I recently came across a few discussion pages where people asked for recommendations on statistical software that would be good for non-statisticians. The responses generally fell into one or both of two categories:

  • Don’t use anything with a point-and-click interface (e.g., SPSS, which is what I, my students, and my colleagues generally use) because you’ll have no idea what you’re doing and you’ll mess everything up. Instead, only people who can use R should be allowed to do statistics.
  • People who do not have extensive, specialized, academic training in the mathematical bases of statistics should never do statistics because – again – they have no idea what they’re doing and everything will blow up.

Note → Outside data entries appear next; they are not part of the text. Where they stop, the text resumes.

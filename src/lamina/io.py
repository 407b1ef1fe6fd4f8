"""Writing results: atomic netCDF files and chunked, resumable spectral runs.

A result file is either complete or absent: :func:`write_netcdf` writes to a temporary file in
the target's folder, flushes it to disk and renames it over the target (a rename within one
file system is atomic on POSIX), so a crash or a full disk never leaves half a file behind.

:func:`run_chunked` splits a long spectral run into chunks along the spectral dim, solves them
one at a time and keeps each finished chunk in its own file under ``<output>.parts/`` next to
a small JSON manifest that records a hash of the inputs. After a crash or a kill, running again
with ``resume=True`` skips the chunks already on disk, computes only the missing ones and
refuses to continue a run whose inputs have changed.
"""

from __future__ import annotations

import contextlib
import datetime as _datetime
import hashlib
import json
import os
import shutil
import tempfile
from collections.abc import Callable, Mapping, Sequence
from pathlib import Path
from typing import Any

import numpy as np
import xarray as xr

from lamina._cf import cf_encode
from lamina.progress import ProgressBar

__all__ = [
    "SPECTRAL_DIMS",
    "check_writable",
    "input_hash",
    "parts_folder",
    "run_chunked",
    "write_netcdf",
]

#: Dims that :func:`run_chunked` recognises as spectral, in order of preference.
SPECTRAL_DIMS = ("wavelength", "wavenumber", "frequency")

_MANIFEST = "manifest.json"
_MANIFEST_FORMAT = "lamina chunked run"


def _version() -> str:
    import lamina

    return str(getattr(lamina, "__version__", "unknown"))


def check_writable(path: str | os.PathLike[str]) -> Path:
    """Check that a file can be written at ``path``, before any long computation.

    Parameters
    ----------
    path : str or path-like
        The output file.

    Returns
    -------
    Path
        ``path`` as an absolute :class:`~pathlib.Path`.

    Raises
    ------
    ValueError
        Naming the path, when its folder does not exist, is not a folder or does not accept
        new files, or when the path itself is a folder.

    Examples
    --------
    >>> import tempfile, pathlib
    >>> folder = tempfile.mkdtemp()
    >>> check_writable(pathlib.Path(folder) / "out.nc").name
    'out.nc'
    """
    target = Path(path).expanduser().absolute()
    parent = target.parent
    if not parent.exists():
        raise ValueError(f"cannot write {path}: its folder {parent} does not exist")
    if not parent.is_dir():
        raise ValueError(f"cannot write {path}: {parent} is not a folder")
    if target.is_dir():
        raise ValueError(f"cannot write {path}: it is a folder; expected a file name")
    # A real probe rather than os.access: it also catches read-only mounts and full quotas,
    # and it is honest for root, whom os.access always lets through.
    try:
        with tempfile.TemporaryFile(dir=parent, prefix=".lamina-probe-"):
            pass
    except OSError as error:
        raise ValueError(f"cannot write {path}: folder {parent} is not writable "
                         f"({error.strerror or error})") from None
    if target.exists() and not os.access(target, os.W_OK):
        raise ValueError(f"cannot write {path}: the existing file is read-only")
    return target
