"""Check step, thermal part: the Planck radiance at the levels and at the surface.

Thermal emission is asked for by a wavenumber band (band-integrated Planck radiance) or a
single wavenumber (monochromatic, per cm-1); the kernel takes the Planck radiance at every
level, linear in optical depth within each layer, and at the surface (emissivity 1 -
albedo). Without thermal emission the sources are zeros. The radiances are computed with
:func:`xarray.apply_ufunc`, so that dask-backed temperatures or bands stay lazy.

A new source term enters here: it returns its level and surface values as DataArrays, and the
plan (:func:`lamina._solver.blocks.plan_blocks`) hands them to the blocks.
"""

from __future__ import annotations

from collections.abc import Callable

import numpy as np
import xarray as xr

from lamina import planck
from lamina._solver.common import (
    ThermalSources,
    check_option_values,
    extra_dims,
    option_array,
)


def planck_sources(
    atmosphere: xr.Dataset,
    wavenumber_band: object,
    wavenumber: object,
    surface_temperature: object,
) -> ThermalSources:
    """Planck radiance at the levels and at the surface, or zeros without thermal emission."""
    thermal = wavenumber_band is not None or wavenumber is not None
    if not thermal:
        if surface_temperature is not None:
            raise ValueError("surface_temperature needs a thermal source: give wavenumber_band "
                             "or wavenumber")
        return ThermalSources(
            levels=xr.DataArray(np.zeros(atmosphere.sizes["layer"] + 1), dims=("level",)),
            surface=xr.DataArray(0.0), units=None)
    if wavenumber_band is not None and wavenumber is not None:
        raise ValueError("give either wavenumber_band (band-integrated) or wavenumber "
                         "(monochromatic), not both")
    if "temperature" not in atmosphere:
        raise ValueError("thermal emission (wavenumber_band or wavenumber) needs level "
                         "temperatures: pass temperature= to make_atmosphere")
    temperature = atmosphere["temperature"]
    extra = extra_dims(atmosphere)
    if surface_temperature is None:
        surface = temperature.isel(level=-1, drop=True)
    else:
        surface = option_array(surface_temperature, "surface_temperature", extra)
        check_option_values(surface, "surface_temperature", low=0.0)
    if wavenumber_band is not None:
        spectral, function, units = _band(wavenumber_band, extra)
    else:
        spectral, function, units = _monochromatic(wavenumber, extra)
    levels = xr.apply_ufunc(function, temperature, *spectral, dask="parallelized",
                            output_dtypes=[np.float64])
    bottom = xr.apply_ufunc(function, surface, *spectral, dask="parallelized",
                            output_dtypes=[np.float64])
    return ThermalSources(levels=levels, surface=bottom, units=units)


def _band(wavenumber_band: object,
          extra: dict[str, int]) -> tuple[tuple[xr.DataArray, ...], Callable, str]:
    """The band's bounds, checked, with the band-integrated Planck function and its units."""
    # a pair is a tuple, a list or an array of two; its bounds may be of different kinds (a
    # DataArray beside a scalar), so no numpy array is made of the pair itself
    pair = (isinstance(wavenumber_band, tuple | list) and len(wavenumber_band) == 2) or (
        isinstance(wavenumber_band, np.ndarray) and wavenumber_band.shape == (2,))
    if not pair:
        raise ValueError("wavenumber_band must be a pair (low, high) in cm-1 (scalars "
                         "or DataArrays along the atmosphere's extra dims)")
    low = option_array(wavenumber_band[0], "wavenumber_band", extra)
    high = option_array(wavenumber_band[1], "wavenumber_band", extra)
    if low.chunks is None and high.chunks is None:
        low_values, high_values = (array.values for array in xr.broadcast(low, high))
        bad = ~(np.isfinite(low_values) & (low_values >= 0.0) & (high_values > low_values))
        if np.any(bad):
            index = tuple(np.argwhere(bad)[0]) if bad.ndim else ()
            raise ValueError(
                "wavenumber_band must satisfy 0 <= low < high (cm-1); got "
                f"({float(low_values[index]):g}, {float(high_values[index]):g})"
            )
    return (low, high), planck.band_radiance, "W m-2 sr-1"


def _monochromatic(wavenumber: object,
                   extra: dict[str, int]) -> tuple[tuple[xr.DataArray, ...], Callable, str]:
    """The wavenumber, checked, with the spectral Planck function and its units."""
    nu = option_array(wavenumber, "wavenumber", extra)
    if nu.chunks is None:
        values = np.asarray(nu.values)
        if not np.all(np.isfinite(values) & (values > 0.0)):
            raise ValueError("wavenumber must be positive and finite (cm-1); got "
                             f"{float(values[~(np.isfinite(values) & (values > 0))][0]):g}")
    return (nu,), planck.spectral_radiance_wavenumber, "W m-2 sr-1 cm"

I find these answers deeply disappointing. First, they ignore the original question, which was for easy-to-use statistical software for non-statisticians, even though the asker made it clear that they had reasonable statistical training for their field. This violates a basic principle of communication: if you’re asked a question, then you should answer the question.

Second, the responders seemed to believe that if you are not a full-time, rigorously-trained specialist – which many of the responders apparently were (or acted as though they were) – then you should stay as far away from data as possible because you’ll break things. I certainly wouldn’t tell people that if you don’t have a PhD in psychology like I do – Social/Personality Psychology, City University of New York, 1999 – then you should never talk about people’s thoughts, feelings, and behaviors. That would be demeaning and amazingly restrictive.

Third (and related), they ignore the likely possibility that most analyses are not complicated and the questions are pretty basic: what’s the mean of this variable, do these two groups have different means, and so on. You don’t need a PhD in statistics to provide a workable answer to those questions. As Bob Dylan said, “you don’t need a weatherman to know which way the wind blows.”

Mostly, these responses strike me as unthoughtful, undemocratic, and unkind. They’re unthoughtful because they don’t seem to reflect on the reality of the asker’s needs and abilities. They’re undemocratic because they explicitly claim that only an elite group is qualified to work with data. And they’re unkind because they’re shutting somebody down for asking a sincere and important question.

Very sad.

Fortunately, the world is bigger than that and data is bigger than that. People are bigger than that, too. I’m reminded of a line by writer Robert A. Heinlein:

A human being should be able to change a diaper, plan an invasion, butcher a hog, conn a ship, design a building, write a sonnet, balance accounts, build a wall, set a bone, comfort the dying, take orders, give orders, cooperate, act alone, solve equations, analyze a new problem, pitch manure, program a computer, cook a tasty meal, fight efficiently, die gallantly. Specialization is for insects.

I don’t necessarily think that means that everybody everywhere should be able to do all of those things expertly at the same time. Rather, I think what it means (or might mean) is that people have diverse abilities and potentialities. People are not restricted in their function in quite the same way that other organisms might be.

Data is everywhere. I believe that everybody would be best served by being able to work personally and fluently with data (even if they don’t use R). I’m a very strong supporter of the democratization of data and data science, and that’s why I created datalab.cc. Don’t get bullied; the data is waiting for you, so dive right in.

[By the way, my answer to the question of user-friendly software for non-statisticians with an adequate understanding of statistics is this: First, spreadsheets such as Google Sheets or Excel. Second, visualization with Tableau Public or Plotly. Third, analysis with SPSS. That should take care of 98% of most non-specialists’ needs. R and Python are nice – I use both – and the ability to manipulate data with Bash scripts or query relational databases with SQL are definitely helpful. But those are not especially user friendly (compared to the others) and they’re definitely oriented towards specialists and full-time statisticians and data scientists. And there you have it.]